I find Birdie at the lockers.
“Is Hector wearing my paisley shirt?”
“You were giving it away – you said it was too small.”
“It is. That doesn’t explain why Hector’s wearing it!”
“I thought it would suit h
im. It does, doesn’t it?”
“No! It’s ridiculously geeky on him.”
“It’s supposed to be. Geek chic, that’s what you said when you bought it. It looked so good with your Seventies newsreader glasses.”
“Yes, on me it looked good. I was wearing it ironically. And my glasses were fake. Hector looks bizarre. You can’t go around giving him makeovers; he’s not a Barbie doll. I’m sure he has no desire to be dressed like a Seventies newsreader.”
Birdie laughs. “I don’t recall you ever asking me if I wanted to walk around in a puffball skirt and an orange tank top. Why does he get a choice?”
“You’re never going to let me forget the orange tank top, are you?”
“Matching orange tank tops.”
“The skirt wasn’t that bad.”
“It was hideous.”
“Whatever. The point is, that’s our thing. Ours, not his.

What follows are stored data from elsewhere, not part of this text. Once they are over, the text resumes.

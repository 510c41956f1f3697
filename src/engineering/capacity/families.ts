/** The families of codes whose histories are carried: their editions, and the dates from which detailing made systems ductile. */
import type { System } from '../building.js';
import type { AnyRecord } from '../formula.js';
import type { Verified } from '../source.js';
import { CANADA_RECORDS, CANADIAN_EDITIONS, NBC_CALIBRATION, NBC_K, NBC_R, NBC_RD_RO } from './canada.js';
import type { CodeEdition } from './edition.js';
import { EDITION_RECORDS } from './editions.js';
import { GREECE_RECORDS, GREEK_COEFFICIENTS, GREEK_EDITIONS, GREEK_Q } from './greece.js';
import { INDIAN_EDITIONS, INDIAN_K, INDIAN_R, INDIA_RECORDS, LOAD_FACTOR } from './india.js';
import { ITALIAN_EDITIONS, ITALY_RECORDS, MEDIUM_Q } from './italy.js';
import { JAPANESE_EDITIONS, JAPAN_DS, JAPAN_RECORDS } from './japan.js';
import { NEW_ZEALAND_EDITIONS, NEW_ZEALAND_RECORDS, NZ_DUCTILITY, NZ_M, NZ_S } from './new-zealand.js';
import { OWN_TABLE_RECORDS } from './own-table.js';
import type { OwnId } from './own-table.js';
import type { EditionInputs } from './stated.js';
import { WORKING_TO_STRENGTH } from './records.js';
import { SYSTEM_FACTORS } from './systems.js';
import { TURKEY_RECORDS, TURKISH_EDITIONS, TURKISH_K, TURKISH_R } from './turkey.js';
import { US_EDITIONS } from './us.js';

export type CarriedId = keyof EditionInputs;
export type EditionId = CarriedId | OwnId;

/** Edition years by which a structural type counts as weak; each says what it rests on. */
export interface WeakDates {
  /** Tilt-up walls by an edition before it lack the wall anchors. */
  readonly tilt_up_before: number;
  /** Precast frames by an edition before it. */
  readonly precast_before: number;
  /** Welded steel moment frames by an edition of these years; null: not known as a weak type there. */
  readonly welded_from: number | null;
  readonly welded_before: number | null;
  readonly source: string;
}

export interface CodeFamily {
  readonly title: string;
  readonly editions: Partial<Readonly<Record<CarriedId, CodeEdition<never>>>>;
  /** Year of the first edition by which concrete, steel and reinforced masonry were detailed to be ductile. */
  readonly detailingFrom: number;
  readonly detailingSource: string;
  readonly detailingVerified: Verified;
  /** Beside the detailing date, which concrete frames go by. */
  readonly weak: WeakDates;
  /** First edition year from which special systems of the family count as such [judgement]; null: the study cannot tell which they are. */
  readonly specialFrom: number | null;
  /** Systems to which an edition from that year on gives no row: such a building counts as not designed [judgement]. */
  readonly noRowFrom: Partial<Readonly<Record<System, number>>>;
  /**
   * The first edition that reduces the elastic force by a factor of its own, and that factor at the level of strength, for the detailing it
   * asked. Editions before it stated a coefficient alone: they are not credited with more [judgement]. null: none is known.
   */
  readonly firstReduction: { readonly year: number; readonly of: (system: System) => number } | null;
}

/**
 * What codes asked of unreinforced masonry tells of its wall areas, not that anybody worked them out: it counts as not designed, in every
 * edition [judgement].
 */
const NO_UNREINFORCED_MASONRY = { 'unreinforced-masonry-wall': -Infinity } as const;

/** Where nothing else is known tilt-up walls and precast frames go by the detailing date, and welded steel is not flagged [judgement]. */
const byDetailing = (year: number): WeakDates => ({
  tilt_up_before: year,
  precast_before: year,
  welded_from: null,
  welded_before: null,
  source: 'the detailing date stands for them [judgement]',
});

export const CODE_FAMILIES = {
  'us-ubc-asce7': {
    title: 'United States: UBC, then ASCE/SEI 7',
    editions: US_EDITIONS,
    detailingFrom: 1976,
    detailingSource: 'UBC 1976, ductile concrete',
    detailingVerified: 'restated',
    weak: {
      tilt_up_before: 1976,
      precast_before: 1997,
      welded_from: 1961,
      welded_before: 1997,
      source: 'from memory: wall anchors of UBC 1976, connection damage found in 1994; precast [judgement]',
    },
    specialFrom: 1997,
    noRowFrom: { 'unreinforced-masonry-wall': SYSTEM_FACTORS['unreinforced-masonry-wall'].noRowFrom ?? Infinity },
    firstReduction: { year: 1961, of: (system) => 8 / SYSTEM_FACTORS[system].k[0] / WORKING_TO_STRENGTH },
  },
  japan: {
    title: 'Japan',
    editions: JAPANESE_EDITIONS,
    detailingFrom: 1981,
    detailingSource: 'new seismic design of June 1981',
    detailingVerified: 'restated',
    weak: byDetailing(1981),
    specialFrom: null,
    noRowFrom: NO_UNREINFORCED_MASONRY,
    firstReduction: { year: 1981, of: (system) => 1 / JAPAN_DS[system] },
  },
  'new-zealand': {
    title: 'New Zealand',
    editions: NEW_ZEALAND_EDITIONS,
    detailingFrom: 1976,
    detailingSource: 'NZS 4203:1976 and the ductile detailing that came with it',
    detailingVerified: 'memory',
    weak: byDetailing(1976),
    // capacity design came with it
    specialFrom: 1976,
    noRowFrom: NO_UNREINFORCED_MASONRY,
    firstReduction: { year: 1976, of: (system) => 4 / (NZ_S[system] * NZ_M[system]) },
  },
  italy: {
    title: 'Italy',
    editions: ITALIAN_EDITIONS,
    detailingFrom: 2003,
    detailingSource: 'OPCM 3274 of 2003, capacity design',
    detailingVerified: 'memory',
    weak: byDetailing(2003),
    specialFrom: null,
    noRowFrom: NO_UNREINFORCED_MASONRY,
    firstReduction: { year: 2003, of: (system) => MEDIUM_Q[system] },
  },
  greece: {
    title: 'Greece',
    editions: GREEK_EDITIONS,
    detailingFrom: 1985,
    detailingSource: 'additional articles of 1985',
    detailingVerified: 'memory',
    weak: byDetailing(1985),
    specialFrom: null,
    noRowFrom: NO_UNREINFORCED_MASONRY,
    firstReduction: { year: 1995, of: (system) => GREEK_Q[system] },
  },
  turkey: {
    title: 'Türkiye',
    editions: TURKISH_EDITIONS,
    detailingFrom: 1998,
    detailingSource: 'code of 1998, capacity design',
    detailingVerified: 'memory',
    weak: byDetailing(1998),
    specialFrom: null,
    noRowFrom: NO_UNREINFORCED_MASONRY,
    firstReduction: { year: 1998, of: (system) => TURKISH_R[system] },
  },
  india: {
    title: 'India: IS 1893',
    editions: INDIAN_EDITIONS,
    detailingFrom: 1993,
    detailingSource: 'IS 13920 of 1993, ductile detailing',
    detailingVerified: 'memory',
    weak: byDetailing(1993),
    specialFrom: null,
    noRowFrom: NO_UNREINFORCED_MASONRY,
    firstReduction: { year: 2002, of: (system) => INDIAN_R[system] / LOAD_FACTOR },
  },
  canada: {
    title: 'Canada: National Building Code',
    editions: CANADIAN_EDITIONS,
    detailingFrom: 1975,
    detailingSource: 'NBC 1975 with the ductile detailing of CSA A23.3-73',
    detailingVerified: 'memory',
    weak: byDetailing(1975),
    specialFrom: null,
    noRowFrom: NO_UNREINFORCED_MASONRY,
    firstReduction: { year: 1990, of: (system) => NBC_R[system] / NBC_CALIBRATION },
  },
} as const satisfies Readonly<Record<string, CodeFamily>>;

export type CarriedFamily = keyof typeof CODE_FAMILIES;
export const FAMILY_IDS = Object.keys(CODE_FAMILIES) as readonly CarriedFamily[];
/** The study states its own table of eras. */
export const OWN_FAMILY_ID = 'own-table';
export type FamilyId = CarriedFamily | typeof OWN_FAMILY_ID;
/** Nothing is known of its detailing: the study says from when a system was ductile, if ever. */
export const OWN_FAMILY: CodeFamily = {
  title: "The study's own table",
  editions: {},
  detailingFrom: Infinity,
  detailingSource: 'none: detailing_from says it',
  detailingVerified: 'judgement',
  weak: byDetailing(Infinity),
  specialFrom: null,
  noRowFrom: {},
  firstReduction: null,
};
/** Read where settings kept with an earlier run name no family: there was one. */
export const FIRST_FAMILY: FamilyId = 'us-ubc-asce7';

/** Every edition of every family, family by family, oldest first. */
export const EDITIONS = Object.assign(
  {},
  ...Object.values(CODE_FAMILIES).map(({ editions }: CodeFamily) => editions),
) as Readonly<Record<CarriedId, CodeEdition<never>>>;

export const ERA_RECORDS: readonly AnyRecord[] = [
  ...EDITION_RECORDS,
  ...JAPAN_RECORDS,
  ...NEW_ZEALAND_RECORDS,
  ...ITALY_RECORDS,
  ...GREECE_RECORDS,
  ...TURKEY_RECORDS,
  ...INDIA_RECORDS,
  ...CANADA_RECORDS,
  ...OWN_TABLE_RECORDS,
];

/** What the editions gave each system: for a fingerprint, as records hold none of it. */
export const SYSTEM_TABLES = {
  JAPAN_DS,
  NZ_S,
  NZ_M,
  NZ_DUCTILITY,
  MEDIUM_Q,
  GREEK_COEFFICIENTS,
  GREEK_Q,
  TURKISH_K,
  TURKISH_R,
  INDIAN_K,
  INDIAN_R,
  NBC_K,
  NBC_R,
  NBC_RD_RO,
};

And we only just get away with it.”
She gives me a pitying look. “Oh, sweetie, you think we get away with it?”
“Whatever. He won’t, and he’ll take us down with him.”
“Fine, so I won’t make him wear an orange tank top. Anyway, I think he looks cute. And let’s face it, he needed to do something; he was never going to get a date in that school uniform.”
I frown. “What date? Why does he want a date?”
“Um, because he’s human?”
“What did he say? What have you heard?”
“Oh, nothing.” But she’s grinning her I’m not telling grin. “I’m just trying to make him one of us. I thought you’d like that.”
“Why does he have to be one of us? Us is just you and me. We don’t need anyone else, do we? It’s not like he’s going to join the act – he’s not exactly trapeze material.”
She sighs and gathers up her books. “Don’t you ever take a day off?”